Hello all,
I have a question concerning the calcNormFacotrs() in edgeR. There are three methods that I could choose from: "TMM", "RLE", and "upperquartile". I am wondering how could decide which one to use?
For example, consider a simple example like this: there are 10 genes in total, and 4 genes in two groups. Therefore, the counts data would be a 10*8 matrix, where each row is the gene, each column is the individual, and the 1-4 columns are the first group, 5-8 columns are the second group. Among the 10 genes, 60% genes are the differential genes: the counts of No. 3,4,5,6,8,9 in the first group are doubled, while others are the sample. Please see the attachments for this count data.
Then I generated the "group" factor via this command:
> grp <- as.factor(rep(0:1, each = 8/2))
After that, I generated the DGEList by:
> d <- DGEList(counts = counts, group = grp )

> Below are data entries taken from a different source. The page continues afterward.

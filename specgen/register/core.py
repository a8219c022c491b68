"""The register: work-order and quote numbers that are unique and gapless, traceable to a revision.

One interface, :class:`Register`, over two back ends (``sqlite.py``, the embedded default;
``postgres.py``, a server for a shop with many seats). The SQL here is plain standard SQL with ``?``
placeholders (no ``INSERT OR``, ``RETURNING``, ``ON CONFLICT``); what differs between the databases
(locking, recognising and migrating a register) lives in the back ends.

Numbering
---------
A number comes from a format, e.g. ``WO-{year}-{seq:05d}`` (``{seq}`` required). The sequence counts
per year (a format without ``{year}`` counts forever); work orders and quotes count separately.
Allocation is one serialised write transaction: read the counter, step it, insert the record and its
first event, commit. A transaction that dies (exception, SIGKILL, power loss) rolls back whole, so it
takes no number. A number already taken (an ERP number that fits the format, a row from an older
schema) is stepped past.

Unfinished numbers
------------------
The number is allocated before rendering, so it can be printed on the document. A failed render
voids it with the reason (:meth:`Register.issuing`). A process killed between allocation and
:meth:`Register.attach_files` leaves an ``issued`` number with no files; each allocation first voids
such numbers whose issuing process is known to be gone (same machine, same boot, process id no longer
running), and any older than :data:`~specgen.register.model.STALE_UNCHECKABLE_S` whose process cannot
be checked; :meth:`Register.stale` lists them for the planner. So every number is either recorded with
its files, voided with a reason, or still being issued.
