@settings(max_examples=150, deadline=None)
@given(seed=st.integers(0, 2 ** 31 - 1), kind=st.sampled_from(["rect", "round", "toroid"]), foil=st.booleans())
def test_section_rows_equal_the_engines_layer_by_layer_build(seed, kind, foil):
    rng = np.random.default_rng(seed)
    fm = _former(kind, rng)
    foil = foil and kind != "toroid"
    pitch = rng.uniform(0.1e-3, 3e-3) if not foil else fm.breadth_m * rng.uniform(0.3, 1.05)
    lh = rng.uniform(0.05e-3, 2e-3)
    turns = int(rng.integers(1, 3000 if not foil else 40))
    start = rng.uniform(0, 3e-3)
    margin = rng.uniform(0, 4e-3) if kind != "toroid" else 0.0
    tape = rng.uniform(0, 0.2e-3)
    ref = wind_section(fm, turns, pitch, lh, start, margin, tape, foil)
    arr = lambda x: np.array([x], dtype=float)
    rows = K.FormerArrays(np.array([K.FORMER_CODE[kind]], dtype=np.int8), arr(fm.tube_width_m), arr(fm.tube_depth_m),
                          arr(fm.breadth_m), arr(fm.od_m), arr(fm.id_m), arr(fm.core_height_m))
    got = K.wind_section(rows, arr(turns), pitch, lh, start, margin, tape, foil)
    assert bool(got.ok[0]) == (ref is not None)
    if ref is None:
        return
    assert got.turns_per_layer[0] == ref.turns_per_layer and got.layers[0] == len(ref.layers)
    assert got.last_layer_turns[0] == ref.layers[-1].turns
    assert got.copper_length_m[0] == pytest.approx(ref.copper_length_m, rel=1e-9)
    assert got.end_build_m[0] == pytest.approx(ref.end_build_m, rel=1e-9)
    assert got.usable_breadth_m[0] == pytest.approx(ref.usable_breadth_m, rel=1e-9)


def test_section_rows_mixed_formers_equal_one_row_at_a_time():
    rng = np.random.default_rng(3)
    formers = [_former(k, rng) for k in ("rect", "round", "toroid", "rect", "toroid", "round")]
    rows = K.FormerArrays(np.array([K.FORMER_CODE[f.kind] for f in formers], dtype=np.int8),
                          *(np.array([getattr(f, a) for f in formers]) for a in
                            ("tube_width_m", "tube_depth_m", "breadth_m", "od_m", "id_m", "core_height_m")))
    turns = np.array([40.0, 300.0, 25.0, 1.0, 80.0, 12.0])
    pitch, lh = np.full(6, 0.6e-3), np.full(6, 0.6e-3)
    all_rows = K.wind_section(rows, turns, pitch, lh, 0.5e-3, 0.0, 0.05e-3, False)
    for i in range(6):
        one = K.wind_section(rows.take(np.array([i])), turns[i:i + 1], pitch[i], lh[i], 0.5e-3, 0.0, 0.05e-3, False)
        assert one.copper_length_m[0] == pytest.approx(all_rows.copper_length_m[i], rel=REL)
        assert one.layers[0] == all_rows.layers[i] and bool(one.ok[0]) == bool(all_rows.ok[i])


def test_dcr_and_skin_depth():
    # 1 m of 1 mm^2 copper at 20 degC: 1/58 ohm (IEC 60028); at 100 Hz... skin depth of copper at 20 degC,
    # 50 Hz: sqrt(rho / (pi f mu0)) = 9.33 mm (any fields text)
    assert K.dc_resistance_ohm(1e-6, 1.0, 20.0) == pytest.approx(1 / 58.0, rel=1e-12)
    # a conductor per row: aluminium 0.028264 ohm mm^2/m at 20 degC (IEC 60889, from memory)
    rows = K.dc_resistance_ohm(np.array([1e-6, 1e-6]), np.array([1.0, 2.0]), 20.0, ["copper", "aluminium"])
    assert rows == pytest.approx([1 / 58.0, 2 * 0.028264], rel=1e-12)
    assert K.skin_depth_m(50.0, 20.0) == pytest.approx(9.33e-3, rel=2e-3)
    assert K.skin_depth_m(0.0, 20.0) == math.inf
    assert K.copper_loss_w(0.5, 2.0, 3.0, 4.0) == pytest.approx(16 * 0.5 + 9 * 0.5 * 2.0)
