def effective_params_from_segments(lengths_m: ArrayLike, areas_m2: ArrayLike) -> EffectiveParams:
    """Effective parameters from series segments of a magnetic circuit (IEC 60205 summation).

    Parameters
    ----------
    lengths_m : sequence of segment lengths along the mean flux path [m]
    areas_m2 : sequence of the segments' cross-sections [m^2] (parallel symmetric branches summed)

    Returns
    -------
    EffectiveParams with C1 = sum l/A, C2 = sum l/A^2, le = C1^2/C2, Ae = C1/C2, Ve = C1^3/C2^2,
    amin = min A.

    References
    ----------
    IEC 60205, Calculation of the effective parameters of magnetic piece parts.
    """
    l = np.asarray(lengths_m, dtype=float)
    a = np.asarray(areas_m2, dtype=float)
    if l.shape != a.shape or l.size == 0:
        raise ValueError("lengths_m and areas_m2 must be non-empty and of equal length")
    if np.any(l < 0.0) or np.any(a <= 0.0):
        raise ValueError("segment lengths must be >= 0 and areas > 0")
    return _from_c1_c2(np.sum(l / a), np.sum(l / a ** 2), np.min(a))


def toroid_effective(od_m: float, id_m: float, height_m: float, stacking_factor: float = 1.0) -> EffectiveParams:
    """Effective parameters of a toroid of rectangular cross-section (closed form).

    With r1 = id/2, r2 = od/2, h = height, k = stacking factor (1 for ferrite and powder, < 1 for
    tape-wound strip):
    le = 2 pi ln(r2/r1) / (1/r1 - 1/r2),  Ae = k h ln^2(r2/r1) / (1/r1 - 1/r2),  Ve = le Ae,
    C1 = le/Ae, C2 = le/Ae^2, amin = k h (r2 - r1).

    References
    ----------
    IEC 60205, toroidal cores of rectangular section.
    """
    r1 = float(id_m) / 2.0
    r2 = float(od_m) / 2.0
    h = float(height_m)
    k = float(stacking_factor)
    _positive(id_m=r1, height_m=h, stacking_factor=k)
    if not r2 > r1:
        raise ValueError("toroid od_m must exceed id_m")
    ln = np.log(r2 / r1)
    inv = 1.0 / r1 - 1.0 / r2
    le = 2.0 * np.pi * ln / inv
    ae = k * h * ln * ln / inv
    return _from_c1_c2(le / ae, le / ae ** 2, k * h * (r2 - r1))


def _e_loop(centre_area: float, centre_half_width: float, outer_area: float, outer_leg_width: float, yoke_area: float,
            yoke: float,
            span: float, window_height: float) -> EffectiveParams:
    """Segments of the E-type loop (centre leg, outer legs, yokes, 4 corners) -> EffectiveParams.

    Straight parts run face to face: centre and outer legs over the window height, the yokes over
    ``span`` (centre-leg face to outer-leg face) at top and bottom. Each 90-degree corner is a quarter
    ellipse through the middle of the two members it joins, length pi (w1 + w2) / 8 (w = member widths
    in the plane of the loop), with the mean of the two areas. The centre leg serves each side with
    half its width.
    """
    lengths = [
        window_height,                                     # centre leg
        window_height,                                     # outer legs (both, in parallel)
        2.0 * span,                                        # yokes, top and bottom
        2.0 * np.pi * (outer_leg_width + yoke) / 8.0,      # two outer corners
        2.0 * np.pi * (centre_half_width + yoke) / 8.0,    # two centre corners
    ]
    areas = [
        centre_area,
        outer_area,
        yoke_area,
        (outer_area + yoke_area) / 2.0,
        (centre_area + yoke_area) / 2.0,
    ]
    return effective_params_from_segments(lengths, areas)
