def warning_notes(design: Design) -> tuple[WarningNote, ...]:
    """The design's warnings, each with the acceptance recorded at the release of its revision.

    The one rule for "accepted": a warning is accepted when the history entry of the design's own
    revision names its check code under ``accepted:``; a warning of a draft, of a revision released
    without accepting it, or of a check that came up after the release, is not. Documents show
    exactly this, so they never claim an acceptance nobody gave.
    """
    entry = release_entry(design)
    accepted: dict[str, AcceptedWarning] = {}
    for a in (_entry_field(entry, "accepted", ()) if entry is not None else ()) or ():
        if isinstance(a, AcceptedWarning):
            accepted.setdefault(a.code, a)
    return tuple(WarningNote(code=c.code, message=c.message, accepted=accepted.get(c.code))
                 for c in design.warnings)


# ----------------------------------------------------------------------------------------------
# Release


def check_release_text(value: Any, option: str, limit: int) -> str:
    """``--by``, ``--note`` or ``--reason``: one line of text, not empty, no control characters, at most
    ``limit`` (``specgen.freetext``, the one check of every free-text option)."""
    what = {"--by": "who releases it", "--note": "a note saying what changed"}.get(option, "a reason")
    return str(check_free_text(value, option, limit, what=what))


def check_release_date(value: Any) -> _dt.date:
    """``--date``: a real date as YYYY-MM-DD (today when None)."""
    if value is None or isinstance(value, _dt.date):
        return value if isinstance(value, _dt.date) else _dt.date.today()
    text = str(value).strip()
    try:
        if not re.fullmatch(r"\d{4}-\d{2}-\d{2}", text):
            raise ValueError
        return _dt.date.fromisoformat(text)
    except ValueError:
        raise SpecError(f"release date {text!r} is not a date like 2025-03-14", path="--date") from None


@dataclass(frozen=True)
class Effectivity:
    """When a new revision takes effect over the one it supersedes (``release --effective``)."""

    word: str                         # next-order | now | lot
    lot: str | None = None            # with ``lot``: the first lot built to the new revision

    @property
    def text(self) -> str:
        """As recorded in the history and printed: ``next-order``, ``now`` or ``lot <reference>``."""
        return f"lot {self.lot}" if self.word == "lot" else self.word

    @property
    def phrase(self) -> str:
        """For a reader: 'from the next work order', 'at once (open work orders included)', 'from lot L7'."""
        return {"next-order": "from the next work order", "now": "at once, open work orders included"
                }.get(self.word, f"from lot {self.lot}")
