@pytest.mark.parametrize("kw, match", [
    ({"working_v_rms": 25000}, "working voltage 25000 V rms"), ({"working_v_rms": -1}, "working voltage"),
    ({"mains_v": 2000}, "mains voltage"), ({"cti": 50, "material_group": None}, "CTI"),
    ({"cti": 300}, "exactly one"), ({"working_v_peak": 100}, "below the rms"),
])
def test_barrier_refusals(kw, match):
    args = {"grade": "basic", "working_v_rms": 250, "mains_v": 230, "overvoltage_category": 2,
            "pollution_degree": 2, "material_group": "I"} | kw
    with pytest.raises(ValueError, match=match):
        ins.coordinate_barrier(**args)


# --------------------------------------------------------------------------------------- signal words


def test_signal_words_ansi_z535_4():
    # ANSI Z535.4 / ISO 3864-2: DANGER red, WARNING orange, CAUTION yellow, most severe first
    words = ins.signal_words()
    assert [(w.word, w.colour) for w in words] == [
        ("DANGER", "safety red"), ("WARNING", "safety orange"), ("CAUTION", "safety yellow")]
    assert "will result in death" in ins.signal_word("danger").meaning
    assert "minor or moderate" in ins.signal_word("CAUTION").meaning
    with pytest.raises(ValueError, match="signal word"):
        ins.signal_word("NOTE")
    # ISO 7010 W012: the electricity warning triangle
    assert ins.electricity_symbol().code == "ISO 7010 W012"


def test_records_are_frozen():
    r = ins.rated_impulse_voltage_v(230, 2)
    with pytest.raises(AttributeError):
        r.impulse_v = 1.0  # type: ignore[misc]
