import { mkdtemp, readFile, rm } from 'node:fs/promises';
import { tmpdir } from 'node:os';
import { join } from 'node:path';
import { afterAll, beforeAll, describe, expect, it } from 'vitest';
import { simulateLeague } from '../../src/sim/simulateLeague.ts';
import { writeLeagueCsv } from '../../src/sim/writeLeagueCsv.ts';
import { buildStore } from '../../src/pipeline/buildStore.ts';
import { IndexBuildPool } from '../../src/pipeline/IndexBuildPool.ts';
import { manifestSchema } from '../../src/store/manifest.ts';
import { randomVectors } from '../ann/randomVectors.ts';
import { KindredError } from '../../src/errors/KindredError.ts';

let dir = '';
beforeAll(async () => {
  dir = await mkdtemp(join(tmpdir(), 'kindred-pool-'));
});
afterAll(async () => {
  await rm(dir, { recursive: true, force: true });
});

const params = { M: 16, efConstruction: 50, ef: 64, seed: 100 };

describe('IndexBuildPool', () => {
  it('builds in worker threads the same index files, byte for byte, as in this thread (same seed and insertion order)', async () => {
    const pool = new IndexBuildPool(2);
    const local = new IndexBuildPool(1);
    try {
      const sizes = [1500, 400, 900];
      const inThread = await Promise.all(sizes.map((n, i) => local.build(randomVectors(n, 6, i + 1), 6, params, join(dir, `local-${i}.bin`))));
      const inWorkers = await Promise.all(sizes.map((n, i) => pool.build(randomVectors(n, 6, i + 1), 6, params, join(dir, `worker-${i}.bin`))));
      inWorkers.forEach((bytes, i) => {
        expect(bytes.byteLength).toBeGreaterThan(0);
        expect(Buffer.compare(Buffer.from(bytes), Buffer.from(inThread[i] as Uint8Array))).toBe(0);
      });
    } finally {
      await pool.close();
    }
  });

  it('spreads the jobs over its threads by the work queued (the vectors are transferred, so their size is counted before sending)', async () => {
    const pool = new IndexBuildPool(2);
    try {
      const sizes = [1200, 1000, 300, 200];
      const built = sizes.map((n, i) => pool.build(randomVectors(n, 6, i + 1), 6, params, join(dir, `spread-${i}.bin`)));
      // largest first, each to the least loaded thread: 1200 | 1000, then 300 to the 1000, 200 to the 1200
      expect(pool.queuedValues()).toEqual([(1200 + 200) * 6, (1000 + 300) * 6]);
      await Promise.all(built);
      expect(pool.queuedValues()).toEqual([0, 0]);
    } finally {
      await pool.close();
    }
  });

  it('turns a build that fails in a worker into a Kindred error, and keeps working for the next job', async () => {
    const pool = new IndexBuildPool(2);
    try {
      const bad = randomVectors(10, 4, 3);
      bad[5] = Number.NaN; // refused by GuardedIndex before it reaches the native addon
      const failed = pool.build(bad, 4, params, join(dir, 'bad.bin'));
      await expect(failed).rejects.toBeInstanceOf(KindredError);
      await expect(failed).rejects.toThrow(/worker thread/);
      const ok = await pool.build(randomVectors(50, 4, 4), 4, params, join(dir, 'ok.bin'));
      expect(ok.byteLength).toBeGreaterThan(0);
    } finally {
      await pool.close();
    }
  });
});

describe('buildStore with worker threads', () => {
  it('writes the same store (every file checksum) as a build in one thread', async () => {
    const league = simulateLeague({ seed: 77, firstSeason: 2003, lastSeason: 2026, targetPlayerSeasons: 10000 });
    await writeLeagueCsv(league, join(dir, 'roster'));
    await buildStore(join(dir, 'roster'), join(dir, 'one'), { lenient: false, threads: 1 });
    await buildStore(join(dir, 'roster'), join(dir, 'two'), { lenient: false, threads: 2 });
    const read = async (name: string) => manifestSchema.parse(JSON.parse(await readFile(join(dir, name, 'manifest.json'), 'utf8')));
    const one = await read('one');
    const two = await read('two');
    expect(Object.keys(one.files).filter((f) => f.endsWith('.hnsw')).length).toBeGreaterThan(0);
    expect(two.files).toEqual(one.files);
    expect(two.params).toEqual(one.params);
  }, 120_000);
});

Then I calculated the normalization factor by edgeR:
> n <- calcNormFactors(d)
By default, this function uses the "TMM" method. However, the normalization factors look like this:
group lib.size norm.factors
Sample1 0 5062446 1.1195829383593
Sample2 0 5062340 0.8154739771400
Sample3 0 5062444 1.1195827474525
Sample4 0 5062466 1.1403164060313
Sample5 1 3000123 0.9624162935534
Sample6 1 2999992 0.9624163157255
Sample7 1 2999977 0.9624169648716
Sample8 1 3000156 0.9624160077253
I think it is weird, because normalization factors for individuals 1 and 2 are quite different (1.11958, and 0.81547). However, from the counts data, their counts are generally the same (Please see the attachment for counts data).
Then I tried the method of RLE method:
n <- calcNormFactors(d,method="RLE")
The results are:
$samples
group lib.size norm.factors
Sample1 0 5062446 1.0886765699045
Sample2 0 5062340 1.0886508565338
Sample3 0 5062444 1.0886766741626
Sample4 0 5062466 1.0886750099086
Sample5 1 3000123 0.9185446848068
Sample6 1 2999992 0.9185578680804
Sample7 1 2999977 0.9185624609049
Sample8 1 3000156 0.9185437155777
I think this time the results are more reasonable. My question is how I decide which method to use? Why TMM gives a weird result?
Thank you.
Best regards,
sewen67
Following up on Gordon's answer, the TMM method will support cases where up to 60% of genes are DE. However, this upper limit is only supported when the DE genes are evenly distributed between groups, i.e., 30% of genes are upregulated, and 30% are downregulated. In your case, the 60% of DE genes are all upregulated in one group, so it's not surprising that TMM fails.